**What is required**.
If a line in the entries includes "ProbeStrip", show that line.

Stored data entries
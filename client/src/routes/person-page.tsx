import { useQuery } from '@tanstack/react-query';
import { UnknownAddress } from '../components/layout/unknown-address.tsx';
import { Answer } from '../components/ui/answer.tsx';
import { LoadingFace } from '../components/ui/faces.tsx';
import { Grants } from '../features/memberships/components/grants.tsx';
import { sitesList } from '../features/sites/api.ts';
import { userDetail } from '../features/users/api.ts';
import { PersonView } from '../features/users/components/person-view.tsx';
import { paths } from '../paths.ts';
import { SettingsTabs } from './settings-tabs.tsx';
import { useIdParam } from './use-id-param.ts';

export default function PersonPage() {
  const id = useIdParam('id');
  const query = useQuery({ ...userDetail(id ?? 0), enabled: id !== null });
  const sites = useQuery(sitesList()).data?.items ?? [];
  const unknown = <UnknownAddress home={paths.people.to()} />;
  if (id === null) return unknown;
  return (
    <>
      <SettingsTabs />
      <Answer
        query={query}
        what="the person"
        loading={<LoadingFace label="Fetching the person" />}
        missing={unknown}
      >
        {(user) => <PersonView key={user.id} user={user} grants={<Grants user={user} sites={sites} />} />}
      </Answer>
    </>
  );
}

* * *

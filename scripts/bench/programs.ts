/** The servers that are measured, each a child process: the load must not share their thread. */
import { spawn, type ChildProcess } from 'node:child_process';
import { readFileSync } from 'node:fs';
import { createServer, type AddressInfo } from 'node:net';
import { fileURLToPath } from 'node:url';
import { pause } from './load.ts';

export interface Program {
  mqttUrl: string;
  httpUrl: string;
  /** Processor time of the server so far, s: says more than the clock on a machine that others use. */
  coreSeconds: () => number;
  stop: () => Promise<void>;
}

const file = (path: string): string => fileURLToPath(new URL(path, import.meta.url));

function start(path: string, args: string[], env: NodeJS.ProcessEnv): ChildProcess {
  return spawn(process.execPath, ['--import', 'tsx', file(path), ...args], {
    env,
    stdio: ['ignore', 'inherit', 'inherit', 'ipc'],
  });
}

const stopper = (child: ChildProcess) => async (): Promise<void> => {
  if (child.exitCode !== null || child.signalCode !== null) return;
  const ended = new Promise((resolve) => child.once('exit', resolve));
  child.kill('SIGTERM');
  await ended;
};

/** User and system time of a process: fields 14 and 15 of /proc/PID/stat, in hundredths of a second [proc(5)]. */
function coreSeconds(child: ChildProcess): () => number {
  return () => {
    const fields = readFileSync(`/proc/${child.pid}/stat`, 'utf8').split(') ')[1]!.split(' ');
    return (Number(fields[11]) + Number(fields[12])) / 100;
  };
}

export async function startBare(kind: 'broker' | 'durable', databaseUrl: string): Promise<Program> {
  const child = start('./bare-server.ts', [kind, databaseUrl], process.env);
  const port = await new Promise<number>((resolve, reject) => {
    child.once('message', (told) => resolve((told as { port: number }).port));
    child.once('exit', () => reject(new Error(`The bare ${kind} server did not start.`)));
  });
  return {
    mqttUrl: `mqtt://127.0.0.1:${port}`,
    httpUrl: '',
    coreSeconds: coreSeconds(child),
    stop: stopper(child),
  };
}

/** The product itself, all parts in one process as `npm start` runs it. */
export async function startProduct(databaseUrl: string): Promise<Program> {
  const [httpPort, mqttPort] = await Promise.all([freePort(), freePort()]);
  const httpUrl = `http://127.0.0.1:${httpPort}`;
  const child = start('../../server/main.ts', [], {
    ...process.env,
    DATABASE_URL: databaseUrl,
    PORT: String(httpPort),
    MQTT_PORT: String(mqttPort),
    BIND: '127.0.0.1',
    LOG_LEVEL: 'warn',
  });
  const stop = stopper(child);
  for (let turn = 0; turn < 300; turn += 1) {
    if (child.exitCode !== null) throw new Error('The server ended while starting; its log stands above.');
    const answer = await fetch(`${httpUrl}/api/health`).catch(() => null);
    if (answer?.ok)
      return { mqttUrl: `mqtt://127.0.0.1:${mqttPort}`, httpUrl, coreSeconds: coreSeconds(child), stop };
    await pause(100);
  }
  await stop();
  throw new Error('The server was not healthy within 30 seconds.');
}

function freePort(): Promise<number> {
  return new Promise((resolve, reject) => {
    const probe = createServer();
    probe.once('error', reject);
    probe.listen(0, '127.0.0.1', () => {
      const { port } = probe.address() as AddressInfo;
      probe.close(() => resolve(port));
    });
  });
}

...

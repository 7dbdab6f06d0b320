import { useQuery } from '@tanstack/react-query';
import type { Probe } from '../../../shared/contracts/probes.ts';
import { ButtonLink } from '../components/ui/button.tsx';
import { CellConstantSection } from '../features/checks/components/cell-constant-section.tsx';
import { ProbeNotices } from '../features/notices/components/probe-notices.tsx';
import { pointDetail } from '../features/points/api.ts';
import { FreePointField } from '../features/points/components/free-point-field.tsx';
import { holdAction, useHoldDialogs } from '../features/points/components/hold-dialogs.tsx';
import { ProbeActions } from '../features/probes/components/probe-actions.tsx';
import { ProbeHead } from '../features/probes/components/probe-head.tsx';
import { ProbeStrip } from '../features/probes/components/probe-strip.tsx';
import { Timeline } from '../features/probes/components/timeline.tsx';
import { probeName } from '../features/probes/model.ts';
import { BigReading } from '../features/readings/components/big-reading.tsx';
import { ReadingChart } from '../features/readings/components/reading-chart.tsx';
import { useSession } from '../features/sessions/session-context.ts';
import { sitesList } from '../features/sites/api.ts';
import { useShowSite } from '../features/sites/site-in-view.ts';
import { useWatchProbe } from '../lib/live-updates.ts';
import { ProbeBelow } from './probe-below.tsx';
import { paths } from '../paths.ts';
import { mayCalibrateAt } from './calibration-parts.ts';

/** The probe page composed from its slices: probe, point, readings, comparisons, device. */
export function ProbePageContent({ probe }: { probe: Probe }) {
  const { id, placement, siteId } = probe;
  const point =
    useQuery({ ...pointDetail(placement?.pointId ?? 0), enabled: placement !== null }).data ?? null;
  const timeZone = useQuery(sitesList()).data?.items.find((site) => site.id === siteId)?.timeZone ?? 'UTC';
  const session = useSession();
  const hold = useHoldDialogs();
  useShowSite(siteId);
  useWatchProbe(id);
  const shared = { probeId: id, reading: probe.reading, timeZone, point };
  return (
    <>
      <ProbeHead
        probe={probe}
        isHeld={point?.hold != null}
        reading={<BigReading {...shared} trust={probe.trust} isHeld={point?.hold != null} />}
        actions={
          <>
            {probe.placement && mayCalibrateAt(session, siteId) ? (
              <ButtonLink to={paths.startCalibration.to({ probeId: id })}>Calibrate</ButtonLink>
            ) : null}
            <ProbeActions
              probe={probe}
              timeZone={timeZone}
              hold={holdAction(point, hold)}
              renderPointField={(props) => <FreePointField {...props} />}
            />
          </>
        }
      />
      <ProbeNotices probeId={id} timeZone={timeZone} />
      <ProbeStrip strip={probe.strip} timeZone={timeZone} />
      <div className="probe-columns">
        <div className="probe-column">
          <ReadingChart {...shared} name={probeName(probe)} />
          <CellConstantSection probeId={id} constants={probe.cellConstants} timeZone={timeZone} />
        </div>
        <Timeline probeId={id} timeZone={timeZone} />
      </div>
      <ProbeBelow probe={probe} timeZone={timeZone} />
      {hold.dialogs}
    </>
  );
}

**Reply to the exercise**.
import { ProbeStrip } from '../features/probes/components/probe-strip.tsx';
      <ProbeStrip strip={probe.strip} timeZone={timeZone} />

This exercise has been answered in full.